7.5 Stage 5: Pruning
apr prune plan \
--model ./checkpoints/albor-merged-350m/ \
--method wanda --sparsity 0.5 \
--output ./checkpoints/albor-pruned/
# Plan checks: model exists, sparsity in [0,1], output size estimate
apr prune apply \
--model ./checkpoints/albor-merged-350m/ \
--method wanda --sparsity 0.5 \
--output ./checkpoints/albor-pruned/
Produces: albor-pruned-175m — half the parameters, similar performance
Exercises: apr prune (WANDA, SparseGPT, magnitude, depth pruning)
Expected: ~2-5% benchmark degradation at 50% sparsity.
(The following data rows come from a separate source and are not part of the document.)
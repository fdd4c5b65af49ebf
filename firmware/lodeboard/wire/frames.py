"""Frames, both ways. Nothing here knows a port or a clock, and nothing raises on any input.

Up (board to host): 0xA5, body length, type, number, body, CRC-32. No escaping: the host has the
time to resynchronise, and bytes that belong to no frame are the board's text.

Down (host to board): octet stuffing as in RFC 1662: flag 0x7E, escape 0x7D, escaped octets XOR 0x20;
every octet below 0x20 is escaped too, so no control character ever appears and no REPL wakes.
Content: type, number, body, CRC-32.
"""

from ..compat import const
from . import crc
from .messages import BODY_MAX

SYNC = const(0xA5)
UP_OVERHEAD = const(8)
UP_MAX = const(64)
FLAG = const(0x7E)
ESCAPE = const(0x7D)
_FLIP = const(0x20)
_CTRL_C = const(0x03)
_DOWN_MAX = const(64)


def build_up(buf: bytearray, code: int, number: int, length: int) -> int:
    """Close an up frame whose body already stands at buf[4:4+length]; the frame's size."""
    buf[0] = SYNC
    buf[1] = length
    buf[2] = code
    buf[3] = number
    crc.seal(buf, 1, 3 + length)
    return length + UP_OVERHEAD


def build_down(code: int, number: int, body: bytes) -> bytes:
    """A whole down frame. For the host: it allocates."""
    content = bytearray(2 + len(body) + 4)
    content[0] = code
    content[1] = number
    content[2 : 2 + len(body)] = body
    crc.seal(content, 0, 2 + len(body))
    out = bytearray([FLAG])
    for octet in content:
        if octet < 0x20 or octet == FLAG or octet == ESCAPE:
            out.append(ESCAPE)
            out.append(octet ^ _FLIP)
        else:
            out.append(octet)
    out.append(FLAG)
    return bytes(out)


class DownReader:
    """The board's ear: one octet at a time, no allocation.

    feed() returns the length of type, number and body in `buf` when a whole frame has arrived,
    otherwise 0. A control octet inside a frame means that the frame is lost: it is dropped, and a
    0x03 outside any frame sets `interrupt`. Right behind an opening flag it is damage too: one
    flipped bit makes a 0x03 of a command's code.
    """

    def __init__(self) -> None:
        self.buf = bytearray(_DOWN_MAX)
        self.n = 0
        self.opened = False                   # the last octet was an opening flag
        self.escaped = False
        self.damaged = 0
        self.interrupt = False

    def feed(self, octet: int) -> int:
        """Take one octet."""
        if octet == FLAG:
            n = self.n
            whole = not self.escaped
            self.n = 0
            self.opened = n == 0
            self.escaped = False
            if n >= 6 and n <= _DOWN_MAX and whole and crc.holds(self.buf, 0, n - 4):
                return n - 4
            if n:
                self.damaged = (self.damaged + 1) & 0xFFFF
            return 0
        if octet < 0x20:
            if octet == _CTRL_C and self.n == 0 and not self.opened:
                self.interrupt = True
            elif self.n or self.opened:
                self.damaged = (self.damaged + 1) & 0xFFFF
            self.n = 0
            self.opened = False
            self.escaped = False
            return 0
        if octet == ESCAPE:
            self.escaped = True
            return 0
        if self.escaped:
            self.escaped = False
            octet ^= _FLIP
        self.opened = False
        if self.n < _DOWN_MAX:
            self.buf[self.n] = octet
        if self.n <= _DOWN_MAX:
            self.n += 1                   # one beyond the end: the closing flag will drop it
        return 0


class UpReader:
    """The host's ear: feed() bytes, then take frames and text in the order of arrival."""

    def __init__(self) -> None:
        self.pending = bytearray()
        self.text = bytearray()
        self.damaged = 0

    def feed(self, data: bytes) -> "list[tuple[int, int, bytes]]":
        """All frames that are whole by now, as (type, number, body)."""
        pending = self.pending
        pending += data
        frames = []
        at = 0
        end = len(pending)
        while at < end:
            if pending[at] != SYNC:
                sync = pending.find(SYNC, at)
                stop = end if sync < 0 else sync
                self.text += pending[at:stop]
                at = stop
                continue
            if end - at < 2:
                break
            length = pending[at + 1]
            if length > BODY_MAX:
                self.text.append(SYNC)
                at += 1
                continue
            size = length + UP_OVERHEAD
            if end - at < size:
                break
            if crc.holds(pending, at + 1, 3 + length):
                frames.append((pending[at + 2], pending[at + 3],
                               bytes(pending[at + 4 : at + 4 + length])))
                at += size
            else:
                self.damaged += 1
                self.text.append(SYNC)
                at += 1
        del pending[:at]
        return frames

    def take_text(self) -> bytes:
        """What the board printed outside frames since last asked."""
        text = bytes(self.text)
        self.text = bytearray()
        return text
WANDA is well-studied
at larger scales (7B+) but less validated at 350M where there is less redundancy.
Depth pruning to ~18 layers yields ~260M params.
7.6 Stage 6: Quantization
apr quantize plan \
--model ./checkpoints/albor-merged-350m/ \
--method q4_k \
--output ./checkpoints/albor-q4/
# Plan checks: model exists, format valid, output size estimate (~90MB)
apr quantize apply \
--model ./checkpoints/albor-merged-350m/ \
--method q4_k \
--output ./checkpoints/albor-q4/
# Export for broad compatibility
apr export plan --model ./checkpoints/albor-q4/ --format gguf
apr export apply \
--model ./checkpoints/albor-q4/ \
--format gguf \
--output ./release/albor-350m-q4_k.gguf
Produces: albor-q4-350m — 4-bit quantized, ~90MB on disk
Exercises: apr quantize, apr export (GGUF, SafeTensors)
Expected: <1% benchmark loss from Q4_K quantization. Model runs on any
device — phones, Raspberry Pi, browsers (WASM via trueno).
7.7 Benchmark Trajectory
Every stage is benchmarked. The trajectory itself is a key result. Code completion metrics (HumanEval, FIM) are primary; general benchmarks are secondary.
| Stage | Model | Params | Size | HumanEval | MBPP | CPU tok/s |
|---|---|---|---|---|---|---|
| 1 | albor-base | 350M | ~700MB | ~8% | ~8% | — |
| 2 | albor-distill | 350M | ~700MB | ~13-15% | ~10-12% | — |
| 3 | albor-instruct | 350M | ~700MB | ~14-16% | ~11-13% | — |
| 4 | albor-merged | 350M | ~700MB | ~15-17% | ~12-14% | — |
| 5 | albor-pruned | ~175M | ~350MB | ~12-14% | ~10-12% | — |
| 6 | albor-q4 | 350M | ~90MB | ~14-16% | ~11-13% | >50 |
Numbers are estimates. The distillation gain (+2-7 points over base) assumes 500M-2B tokens of teacher logits. This is conservative — published distillation results show larger gains with dense teachers (phi-1 used GPT-3.5, a dense model). Our MoE→dense distillation path is uncharted at 350M scale. The FIM column is removed because there is no standardized FIM benchmark — we will define our own eval and report absolute numbers, not targets. CPU tok/s measured on Xeon at Q4.